The report evaluating policies at 13 Spanish Internet companies also indicates that a handful are taking seriously their obligations under the new General Data Protection Regulation (GDPR), the European Union’s data privacy law that sets tough standards for protecting customers’ private information and gives users more information about and control over their private data. The law went into effect in December 2018.
But the good news for most of the companies pretty much stops there. All but the largest Internet providers in Spain are seriously lagging when it comes to transparency around government demands for user data, according to the Eticas report released today.
While Orange commits to notify users about government requests and both Vodafone and Telefónica clearly state the need for a court order before handing users’ communications to authorities, other featured companies have much to improve. They are failing to provide information about how they handle law enforcement requests for user data, whether they require judicial authorization before giving personal information to police, or if they notify users as soon as legally possible that their data was released to law enforcement. The lack of disclosure about their practices leaves an open question about whether they have users’ backs when the government wants personal data.
The format of the Eticas report is based on EFF’s Who Has Your Back project, which was launched nine years ago to shine a light on how well U.S. companies protect user data, especially when the government wants it. Since then the project has expanded internationally, with leading digital rights groups in Europe and the Americas evaluating data privacy practices of Internet companies so that users can make informed choices about to whom they should trust their data. Eticas Foundation first evaluated Spain’s leading providers in 2018 as part of a region-wide initiative focusing on Internet privacy policies and practices in Iberoamerica.
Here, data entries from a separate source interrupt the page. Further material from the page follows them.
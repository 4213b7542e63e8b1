using Monitor.Service.Engine;

namespace Monitor.Service.Journal;

/// <summary>
/// The engine as the service starts it: built from the start-of-day files, then brought up to date from every
/// journal day since the start-of-day state (<see cref="StartOfDayState"/>): trades and instrument definitions in
/// journal order (trades by version, so a trade seen twice counts once) and the latest quotes refitted. Built once,
/// before any consumer runs.
/// </summary>
public sealed record EngineRecovery(RiskEngine Engine, JournalContents Journal, JournalRecoveryResult Result)
{
    /// <summary>The start-of-day state the replay started from.</summary>
    public StartOfDayState? StartOfDay { get; init; }

    public static EngineRecovery Start(RiskEngine engine, JournalOptions journal, BusinessDayRoll roll, string? positionsFile, DateTimeOffset now)
    {
        ArgumentNullException.ThrowIfNull(engine);
        ArgumentNullException.ThrowIfNull(journal);
        ArgumentNullException.ThrowIfNull(roll);
        var today = roll.BusinessDateOf(now);
        var state = StartOfDayState.Resolve(journal.Folder, positionsFile, today);
        var contents = JournalReplay.ReadFrom(journal.Folder, state.BusinessDate, today);
        return new EngineRecovery(engine, contents, JournalRecovery.Rebuild(engine, contents, now)) { StartOfDay = state };
    }
}
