using System.Text.Json;
using Monitor.Service.Audit;

namespace Monitor.Service.Journal;

/// <summary>
/// The last published version of every curve, from the exposure log's <c>curve-fitted</c> records (curve label -&gt;
/// highest version). A restarted service continues each curve from there, so versions only grow across restarts and a
/// consumer ordering fits by version never takes a new curve for an old one. The log is the durable record of every
/// published fit (written before the event leaves), so no fit can have a version it does not hold.
/// </summary>
public static class LoggedCurveVersions
{
    public static Dictionary<string, int> Read(string exposureLogFolder)
    {
        var versions = new Dictionary<string, int>(StringComparer.Ordinal);
        foreach (var (_, path) in ExposureLogFiles.List(exposureLogFolder))
        {
            using var stream = new FileStream(path, FileMode.Open, FileAccess.Read, FileShare.ReadWrite | FileShare.Delete);
            using var reader = new StreamReader(stream);
            while (reader.ReadLine() is { } line)
            {
                if (!line.Contains("\"kind\":\"curve-fitted\"", StringComparison.Ordinal))
                {
                    continue;
                }
                try
                {
                    using var document = JsonDocument.Parse(line);
                    var payload = document.RootElement.GetProperty("payload");
                    var curve = payload.GetProperty("curve").GetString()!;
                    var version = payload.GetProperty("version").GetInt32();
                    versions[curve] = Math.Max(version, versions.GetValueOrDefault(curve));
                }
                catch (Exception ex) when (ex is JsonException or KeyNotFoundException or InvalidOperationException or FormatException)
                {
                    // A torn or foreign line is the verifier's business, not this lookup's.
                }
            }
        }
        return versions;
    }
}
In today’s report, Eticas evaluated 13 companies, including six telecom providers (Orange, Ono-Vodafone, Telefónica-Movistar, MásMóvil, Euskatel, and Somos Conexión), five home sales and rental apps (Fotocasa, Idealista, Habitaclia, Pisos.com, and YaEncontré), and two apps for selling second hand goods (Vibbo and Wallapop). The companies were assessed against a set of criteria covering policies for data collection, handing data over to law enforcement agencies, notifying customers about government data requests, publishing transparency reports, and promoting user privacy. Companies were awarded stars based on their practices and conduct. In light of the adoption of the GDPR, this year’s report assessed companies against several new criteria, including providing information on how to contact a company data protection officer, using private data to automate decision making without human involvement and build user profiles, and practices regarding international data transfers. Etica also looked at whether they provide guidelines, tailored to local law, for law enforcement seeking user data.
The full study is available in Spanish, and we outline the main findings below.
An Overview of Companies' Commitments and Shortcomings
Telefonica-Movistar, Spain’s largest mobile phone company, was the most highly rated, earning stars in 10 out of 13 categories. Vodafone was a close second, with nine stars. There was a big improvement overall in companies providing information about how long they keep user data—all 13 companies reported doing so this year, compared to only three companies earning partial credit in 2018. The implementation of the GDPR has had a positive effect on privacy policies at only some companies, the report shows. While most companies are providing contact information for data protection officials, only four—Movistar, Fotocasa, Habitaclia, and Vibbo—provide information about their practices for using data-based, nonhuman decision making, and profiling, and six—Vodafone, MásMóvil, Pisos.com, Idealista, Yaencontré, and Wallapop—provide information only about profiling.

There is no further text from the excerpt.